Okay. Then it was settled. He would live to fight another day. His great statement would come at another time on a different battlefield.
He unlocked his door and pushed it open. He was surprised that the door swung easily. Perhaps he had more strength than he thought. He gave young Mohammar one last glance.
“Goodbye, my friend,” he said. “You were brave.”
Somewhere in the near distance, sirens raged. They were coming closer. Perhaps there had been another attack, or perhaps it was just a normal day in a bad neighborhood. Ezatullah swung his body around and slid out of the van. His feet hit the dirt of the parking lot and he found that his legs were unsteady, but he could stand. He took a tentative step, then another. Praise Allah, he could still walk.
He slammed the van door closed behind him and took a deep breath. The last thing he saw was the blue sky and bright sunlight of a warm June day.
They called it the Little Bird. Sometimes they called it the Flying Egg.
It was the MH-6 helicopter—fast and light, highly maneuverable, the kind of chopper that didn’t need room to land. It could come down on small rooftops, and on narrow roadways in crowded neighborhoods. The chopper was beloved by special operations forces, and Don had procured one when he launched the Special Response Team.
It came in low over the streets, just above the tangle of electrical wires. Luke and Ed rode in on the wooden side-mounted bench seats, their legs dangling in the air. Next to the junkyard lot, the pilot found a two-story cinderblock building with a fire escape. He touched down and both men slid out onto the roof. Three seconds later, the chopper was back in the air.
A minute after that, Luke and Ed walked across the dusty lot toward the van. The place was full of cops. Seven or eight DC police patrol cars were parked out on the street and sidewalk, lights flashing. Two fire engines were out there as well. A hazmat truck and a bomb squad truck had pulled inside the lot, and yellow police tape was suspended across the entrance.
In a far corner of the lot, men in full hazmat suits were searching inside the van. All the doors were open. A body lay on the ground by the front passenger door, blood pooled nearby.
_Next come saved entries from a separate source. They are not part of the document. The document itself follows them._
/**
 * Actions that span slices: loading a participant (read → hash → decomposition → evidence → resume offer),
 * the demo, importing a decisions file. Each long step reports progress and can be cancelled; a cancelled
 * or failed load leaves the start screen with a notice.
 */
import type { StateCreator } from 'zustand';
import { decisionsFromFile, parseDecisionsJson, parseDecisionsTsv } from '../core/review/decisions-file.ts';
import { getWorkbenchServices, resumeOfferFrom, reviewKey, type OnFraction } from './services.ts';
import { progressAt } from './task-progress.ts';
import { confirmImport } from './replace-guards.ts';
import { DEFAULT_ROI } from './view-slice.ts';
import type { DecomposeOptions, ParticipantInput, SessionSlice, WorkbenchState } from './types.ts';
import type { Decomposition } from '../core/decomposition.ts';

/** Default decomposition when none is given: extended Infomax, seed 1, 1 Hz high-pass (docs/methods.md §14, common practice). */
// Picard by default in the browser: same maximum-likelihood model as extended Infomax, several times faster here
// (bench/ica.bench.ts), so the researcher waits less; Infomax stays one choice away.
export const DEFAULT_DECOMPOSE = { method: 'picard', seed: 1, highpassHz: 1 } as const;

const now = () => (typeof performance !== 'undefined' ? performance.now() : Date.now());

async function readText(file: File | Blob | string): Promise<{ text: string; name: string }> {
  if (typeof file === 'string') return { text: file, name: 'decisions' };
  const name = (file as File).name ?? 'decisions';
  return { text: await file.text(), name };
}

export const createSessionSlice: StateCreator<WorkbenchState, [], [], SessionSlice> = (set, get) => {
  let current: AbortController | null = null;

  /** Runs one step with its own progress record; the cancel button aborts the whole load. */
  async function step<T>(task: string, controller: AbortController, run: (onProgress: OnFraction) => Promise<T>): Promise<T> {
    const started = now();
    const cancel = () => controller.abort();
    set({ progress: progressAt(task, 0, started, started, cancel) });
    let lastMs = 0;
    // Progress calls from a worker are fire-and-forget and may arrive after the step has finished: drop those.
    let done = false;
    const onProgress: OnFraction = (f, eta) => {
      const t = now();
      if (done || controller.signal.aborted) return;
      if (t - lastMs < 50 && f < 1) return; // at most ~20 store updates per second
      lastMs = t;
      set({ progress: progressAt(task, f, started, t, cancel, eta) });
    };
    try {
      return await run(onProgress);
    } finally {
      done = true;
    }
  }

  /** Starts a new cancellable task, cancelling any load still running. */
  function begin(): AbortController {
    current?.abort();
    const controller = new AbortController();
    current = controller;
    set({ notice: null, resumeOffer: null });
    return controller;
  }

  function end(controller: AbortController) {
    if (current === controller) current = null;
  }

  function fail(controller: AbortController, e: unknown) {
    if (current !== controller) return; // superseded by a newer load
    set({
      progress: null,
      notice: controller.signal.aborted ? { kind: 'info', text: 'Cancelled.' } : { kind: 'error', text: (e as Error)?.message ?? String(e) },
    });
  }

  async function decomposeStep(controller: AbortController, options: DecomposeOptions) {
    const { recording, recordingSha256 } = get();
    if (!recording || recordingSha256 === null) throw new Error('No recording is loaded.');
    const services = await getWorkbenchServices();
    return step(`Decomposing (${options.method}, seed ${options.seed}, high-pass ${options.highpassHz} Hz)`, controller, (p) =>
      services.computeDecomposition(recording, recordingSha256, options, controller.signal, p),
    );
  }

  /** Decomposition → evidence → resume offer (or the given decisions file) → board. */
  async function finish(
    controller: AbortController,
    getDecomposition: () => Promise<{ decomposition: Decomposition; sha256: string; json?: string }>,
    decisionsFile: File | null,
    reuseEvidence?: ParticipantInput['reuseEvidence'],
  ) {
    const { signal } = controller;
    const services = await getWorkbenchServices();
    const recording = get().recording;
    const recordingSha256 = get().recordingSha256;
    if (!recording || recordingSha256 === null) throw new Error('No recording is loaded.');
    const made = await getDecomposition();
    signal.throwIfAborted();
    set({ decomposition: made.decomposition, decompositionSha256: made.sha256, decompositionJson: made.json ?? null, evidence: null, decisions: {}, past: [], future: [] });
    // evidence a batch run left for these very files, when the caller offers it; else computed here
    const reused = reuseEvidence
      ? await reuseEvidence({ recording, recordingSha256, decomposition: made.decomposition, decompositionSha256: made.sha256 }).catch(() => null)
      : null;
    signal.throwIfAborted();
    const evidence = reused ?? await step('Computing evidence', controller, (p) =>
      services.computeEvidence(recording, made.decomposition, signal, p),
    );
    signal.throwIfAborted();
    set({ evidence, selected: made.decomposition.nComponents > 0 ? 1 : null });
    const saved = await services.loadReview(reviewKey(recordingSha256, made.sha256)).catch(() => null);
    signal.throwIfAborted();
    set({ progress: null, screen: 'board', resumeOffer: decisionsFile ? null : resumeOfferFrom(saved) });
    if (decisionsFile) await get().importDecisions(decisionsFile);
  }

  return {
    loadParticipant: async (input) => {
      const controller = begin();
      const { signal } = controller;
      try {
        const services = await getWorkbenchServices();
        const { recording, sha256: recordingSha256 } = await step('Reading the recording', controller, (p) =>
          services.readRecording(input.recordingFiles, signal, p),
        );
        signal.throwIfAborted();
        set({
          recording, recordingSha256, decomposition: null, decompositionSha256: null, decompositionJson: null, evidence: null,
          decisions: {}, past: [], future: [], selected: null, roi: DEFAULT_ROI, screen: 'start',
        });
        if (input.decompositionFiles && input.decompositionFiles.length > 0) {
          const files = input.decompositionFiles;
          await finish(controller, () => step('Reading the decomposition', controller, () =>
            services.readDecomposition(files, recording, recordingSha256, signal)), input.decisionsFile ?? null, input.reuseEvidence);
        } else if (input.decompose === null) {
          // Recording only: the start screen lists it and offers to compute or open a decomposition.
          set({ progress: null });
        } else {
          const options = input.decompose ?? DEFAULT_DECOMPOSE;
          await finish(controller, () => decomposeStep(controller, options), input.decisionsFile ?? null);
        }
      } catch (e) {
        fail(controller, e);
      } finally {
        end(controller);
      }
    },

    decomposeCurrent: async (options) => {
      if (!get().recording) return;
      const controller = begin();
      try {
        await finish(controller, () => decomposeStep(controller, options), null);
      } catch (e) {
        fail(controller, e);
      } finally {
        end(controller);
      }
    },

    openDecomposition: async (files) => {
      const { recording, recordingSha256 } = get();
      if (!recording || recordingSha256 === null) return;
      const controller = begin();
      try {
        const services = await getWorkbenchServices();
        await finish(controller, () => step('Reading the decomposition', controller, () =>
          services.readDecomposition(files, recording, recordingSha256, controller.signal)), null);
      } catch (e) {
        fail(controller, e);
      } finally {
        end(controller);
      }
    },

    loadDemo: async () => {
      const services = await getWorkbenchServices();
      const controller = new AbortController();
      let input;
      try {
        set({ notice: null, progress: progressAt('Fetching the demo participant', 0, now(), now(), () => controller.abort()) });
        input = await services.demoInput(controller.signal);
      } catch (e) {
        set({ progress: null, notice: { kind: 'error', text: `Demo participant unavailable: ${(e as Error)?.message ?? String(e)}` } });
        return;
      }
      await get().loadParticipant(input);
    },

    importDecisions: async (file) => {
      const { text, name } = await readText(file);
      const s = get();
      const n = s.decomposition?.nComponents ?? 0;
      const trimmed = text.trimStart();
      if (trimmed.startsWith('{')) {
        const parsed = parseDecisionsJson(text, name);
        if (!parsed.ok) {
          set({ notice: { kind: 'error', text: parsed.error.message } });
          return false;
        }
        const f = parsed.value;
        if (s.recordingSha256 && f.recordingSha256 !== s.recordingSha256) {
          set({ notice: { kind: 'error', text: `${name}: made for another recording (SHA-256 ${f.recordingSha256.slice(0, 12)}…, this one is ${s.recordingSha256.slice(0, 12)}…)` } });
          return false;
        }
        if (s.decompositionSha256 && f.decompositionSha256 !== s.decompositionSha256) {
          set({ notice: { kind: 'error', text: `${name}: made for another decomposition (SHA-256 ${f.decompositionSha256.slice(0, 12)}…, this one is ${s.decompositionSha256.slice(0, 12)}…)` } });
          return false;
        }
        const tooHigh = f.components.find((c) => n > 0 && c.index > n);
        if (tooHigh) {
          set({ notice: { kind: 'error', text: `${name}: component ${tooHigh.index} does not exist (the decomposition has ${n})` } });
          return false;
        }
        if (!(await confirmImport(name, get(), f.components.length, false))) return false;
        get().replaceDecisions(decisionsFromFile(f), f.aim, f.thresholdOverrides ?? {});
        set({ reviewer: f.reviewer, resumeOffer: null, notice: { kind: 'info', text: `Restored ${f.components.length} decisions from ${name}.` } });
        return true;
      }
      const parsed = parseDecisionsTsv(text, name);
      if (!parsed.ok) {
        set({ notice: { kind: 'error', text: parsed.error.message } });
        return false;
      }
      const tooHigh = Object.keys(parsed.value).map(Number).find((i) => n > 0 && i > n);
      if (tooHigh !== undefined) {
        set({ notice: { kind: 'error', text: `${name}: component ${tooHigh} does not exist (the decomposition has ${n})` } });
        return false;
      }
      if (!(await confirmImport(name, get(), Object.keys(parsed.value).length, true))) return false;
      get().replaceDecisions(parsed.value);
      set({ resumeOffer: null, notice: { kind: 'info', text: `Restored decisions from ${name} (TSV carries no hashes; check it belongs to this participant).` } });
      return true;
    },

    resume: (accept) => {
      const offer = get().resumeOffer;
      set({ resumeOffer: null });
      // Undo never reaches back past a resume (it would empty the resumed review).
      if (accept && offer) { get().replaceDecisions(offer.decisions, offer.aim, offer.thresholds); set({ past: [], future: [] }); }
    },

    closeParticipant: () => {
      current?.abort();
      current = null;
      set({
        recording: null, recordingSha256: null, decomposition: null, decompositionSha256: null, decompositionJson: null, evidence: null,
        decisions: {}, past: [], future: [], selected: null, screen: 'start', progress: null, resumeOffer: null, roi: DEFAULT_ROI,
      });
    },
  };
};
Another body was in the driver’s seat.
Fifty yards from the van, a cop stepped in front of them.
“Far enough, guys.”
Luke showed him the badge. “Agent Stone, FBI Special Response Team.” He said it even though he wasn’t quite sure who he worked for anymore. Anyway, he still had the badge. That was good enough.
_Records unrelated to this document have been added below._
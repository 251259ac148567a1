/**
 * Autosave: every change of decisions, aim or reviewer is written through at once — first synchronously to
 * the journal (review-journal.ts, survives a reload that comes a millisecond later), then to the review
 * store (IndexedDB) — as a snapshot of this stretch of work. A note being typed is written per keystroke
 * batch as a draft (`noteDraft`) before the note field commits it to the review.
 *
 * Stretches of work ("segments") keep the history useful and make sure no action destroys a review:
 * - a participant arriving starts a new segment (nothing is written until the reviewer changes something);
 * - changes made while a saved review is offered go into their own segment, so the offered review is never
 *   overwritten before the reviewer answers;
 * - a change that replaces several decisions at once (resume, restore, import, undo of one of those) closes
 *   the segment and opens a new one, so what was there before stays saved.
 * Writes are coalesced per snapshot and done in order; a failed write is retried, and the problem is
 * reported in words (storage full: export offered). Returns the handle that stops autosaving.
 */
import type { StoreApi } from 'zustand/vanilla';
import { reviewKey } from './services.ts';
import type { ReviewDecision, ResumeOffer, WorkbenchState } from './types.ts';
import { ReviewStorageError } from './review-db.ts';
import type { ReviewJournal } from './review-journal.ts';
import type { ReviewSnapshot, SnapshotOrigin } from './review-snapshot.ts';
import type { SaveProblem } from './persistence.ts';

export interface SnapshotSink {
  saveSnapshot(snapshot: ReviewSnapshot): Promise<void>;
}

export interface AutosaveOptions {
  /** Written synchronously before each store write (default: none). */
  readonly journal?: ReviewJournal | null;
  /** A saving problem (null once saving works again). */
  readonly onProblem?: (problem: SaveProblem | null) => void;
  /** Milliseconds before a failed write is tried again. */
  readonly retryMs?: number;
  /** Clock (tests). */
  readonly now?: () => Date;
}

export interface AutosaveHandle {
  stop(): void;
  /** Resolves when every write started so far has finished or failed (tests, and before unload). */
  flush(): Promise<void>;
  /** The text of a note being typed for component `index`, written before the field commits it. */
  noteDraft(index: number, text: string): void;
  /** The id of the snapshot being written (null before the first change of a participant). */
  currentSnapshotId(): string | null;
}

interface Segment {
  readonly id: string;
  readonly key: string;
  readonly startedAt: string;
  origin: SnapshotOrigin;
  seq: number;
  /** Decisions this segment began from that are already saved elsewhere (resume, restore): no write until they change. */
  baseline: Record<number, ReviewDecision> | null;
}

const sameDecision = (a: ReviewDecision | undefined, b: ReviewDecision | undefined) =>
  (a?.verdict ?? 'undecided') === (b?.verdict ?? 'undecided') && (a?.reason ?? null) === (b?.reason ?? null) && (a?.note ?? '') === (b?.note ?? '');

/** Indices whose decision differs between two maps. */
function changedIndices(a: Record<number, ReviewDecision>, b: Record<number, ReviewDecision>): number {
  let n = 0;
  for (const k of new Set([...Object.keys(a), ...Object.keys(b)])) if (!sameDecision(a[Number(k)], b[Number(k)])) n++;
  return n;
}

let segmentCounter = 0;
const newSegmentId = (now: Date) => `${now.getTime().toString(36)}-${Math.random().toString(36).slice(2, 8)}-${++segmentCounter}`;

/** The problem to show for a failed write. */
export function problemOf(e: unknown, journalHeld: boolean): SaveProblem {
  const held = journalHeld ? ' A copy is kept in this browser\'s local storage meanwhile.' : '';
  if (e instanceof ReviewStorageError && e.kind === 'full') {
    return { kind: 'full', text: `The browser's storage for Winnow is full, so the review cannot be saved here any more.${held} Export the decisions now to keep them, then free space (site data) in the browser.` };
  }
  if ((e as { name?: string } | null)?.name === 'QuotaExceededError') return problemOf(new ReviewStorageError('full', 'full', e), journalHeld);
  if (e instanceof ReviewStorageError && e.kind === 'interrupted') {
    return { kind: 'interrupted', text: `Saving the review was interrupted by the browser; Winnow is trying again.${held}` };
  }
  return { kind: 'unavailable', text: `The review could not be saved in this browser (${(e as Error)?.message ?? String(e)}).${held} Export the decisions to keep them.` };
}

export function startAutosave(
  store: StoreApi<WorkbenchState>,
  sink: () => Promise<SnapshotSink>,
  options: AutosaveOptions = {},
): AutosaveHandle {
  const journal = options.journal ?? null;
  const onProblem = options.onProblem ?? (() => {});
  const retryMs = options.retryMs ?? 1000;
  const clock = options.now ?? (() => new Date());

  let seg: Segment | null = null;
  /** The offer answered by the last change (a resume sets decisions to it next). */
  let answered: ResumeOffer | null = null;
  const drafts = new Map<number, string>();
  let problem = false;
  let stopped = false;

  const queued = new Map<string, ReviewSnapshot>();
  let inFlight: Promise<void> | null = null;
  let retryTimer: ReturnType<typeof setTimeout> | null = null;
  let journalHeld = true;

  function newSegment(key: string, origin: SnapshotOrigin, baseline: Record<number, ReviewDecision> | null = null): Segment {
    const now = clock();
    drafts.clear();
    return { id: newSegmentId(now), key, startedAt: now.toISOString(), origin, seq: 0, baseline };
  }

  async function pump(): Promise<void> {
    while (queued.size > 0 && !stopped) {
      const [id, snap] = queued.entries().next().value as [string, ReviewSnapshot];
      queued.delete(id);
      try {
        await (await sink()).saveSnapshot(snap);
        if (problem) {
          problem = false;
          onProblem(null);
        }
      } catch (e) {
        problem = true;
        onProblem(problemOf(e, journalHeld));
        if (!queued.has(id)) {
          // Try the same write again later (a newer write of it, if any, supersedes this one).
          if (retryTimer) clearTimeout(retryTimer);
          retryTimer = setTimeout(() => {
            retryTimer = null;
            if (!queued.has(id)) enqueue(snap);
          }, retryMs);
        }
        break;
      }
    }
    inFlight = null;
    if (queued.size > 0 && !stopped && !problem) inFlight = pump();
  }

  function enqueue(snap: ReviewSnapshot) {
    if (stopped) return;
    queued.set(snap.id, snap);
    if (!inFlight) inFlight = pump();
  }

  function write(s: WorkbenchState) {
    if (!seg) return;
    seg.seq++;
    let decisions = s.decisions;
    if (drafts.size > 0) {
      decisions = { ...decisions };
      for (const [i, note] of drafts) decisions[i] = { ...(decisions[i] ?? { verdict: 'undecided', reason: null, note: '' }), note };
    }
    const snap: ReviewSnapshot = {
      id: `${seg.key}#${seg.id}`, key: seg.key, startedAt: seg.startedAt, savedAt: clock().toISOString(), seq: seg.seq,
      aim: s.aim, thresholds: s.thresholds, reviewer: s.reviewer, decisions,
      recordingName: s.recording?.fileName ?? null, nComponents: s.decomposition?.nComponents ?? null, origin: seg.origin,
    };
    journalHeld = journal ? journal.write(snap) : false;
    enqueue(snap);
  }

  const unsubscribe = store.subscribe((s, prev) => {
    if (s.recordingSha256 === null || s.decompositionSha256 === null) {
      seg = null;
      return;
    }
    const key = reviewKey(s.recordingSha256, s.decompositionSha256);
    if (!seg || seg.key !== key) {
      // A new participant arriving resets decisions to {}: nothing worth writing yet.
      seg = newSegment(key, 'review');
      answered = null;
      return;
    }
    if (prev.resumeOffer !== null && s.resumeOffer === null) answered = prev.resumeOffer;
    for (const [i, note] of drafts) if ((s.decisions[i]?.note ?? '') === note) drafts.delete(i);
    if (s.decisions === prev.decisions && s.aim === prev.aim && s.reviewer === prev.reviewer && s.thresholds === prev.thresholds) return;

    if (s.decisions !== prev.decisions && changedIndices(prev.decisions, s.decisions) > 1) {
      // Several decisions replaced at once: what was there stays in its own snapshot; a new one begins.
      const resumed = answered !== null && changedIndices(answered.decisions, s.decisions) === 0;
      answered = null;
      seg = newSegment(key, resumed ? 'resumed' : 'imported', resumed ? s.decisions : null);
      if (resumed) return;
    } else if (answered !== null && s.decisions !== prev.decisions && changedIndices(answered.decisions, s.decisions) === 0) {
      // Resuming a review that differs from the board by one decision: still a resume.
      answered = null;
      seg = newSegment(key, 'resumed', s.decisions);
      return;
    }
    if (s.decisions !== prev.decisions) answered = null;
    if (seg.baseline !== null && changedIndices(seg.baseline, s.decisions) === 0 && s.reviewer === prev.reviewer && s.aim === prev.aim && s.thresholds === prev.thresholds) return;
    seg.baseline = null;
    if (seg.seq === 0 && s.resumeOffer !== null) seg.origin = 'while-offered';
    write(s);
  });

  return {
    stop: () => {
      stopped = true;
      if (retryTimer) clearTimeout(retryTimer);
      unsubscribe();
    },
    flush: async () => {
      while (inFlight) await inFlight;
    },
    noteDraft: (index, text) => {
      const s = store.getState();
      if (!seg || !Number.isInteger(index) || index < 1) return;
      if ((s.decisions[index]?.note ?? '') === text && !drafts.has(index)) return;
      if (drafts.get(index) === text) return;
      drafts.set(index, text);
      seg.baseline = null;
      if (seg.seq === 0 && s.resumeOffer !== null) seg.origin = 'while-offered';
      write(s);
    },
    currentSnapshotId: () => (seg && seg.seq > 0 ? `${seg.key}#${seg.id}` : null),
  };
}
The cop nodded. “I figured you were somebody. Most people don’t show up by landing helicopters on rooftops. Past this point is considered a radiation contamination area. You want to go further, you need to put on a hazmat suit.”
Luke didn’t want to spend twenty minutes putting on a hazmat suit. He gestured at the men with the van. “You know anything about what happened here?”
The cop smiled. “I might have heard a couple things.”
“How did they die?”
The cop pointed. “The one on the ground was shot in the head. Large-caliber weapon, hit from a distance. The bullet took a big chunk of his brains and skull when it exited. The guy was lucky—he probably never knew what hit him.”
“Someone
shot
him?” Ed said.
“If you got a little closer, you wouldn’t ask me that question. There’s brain salad all over the ground. It looks like somebody dropped a plate of guacamole.”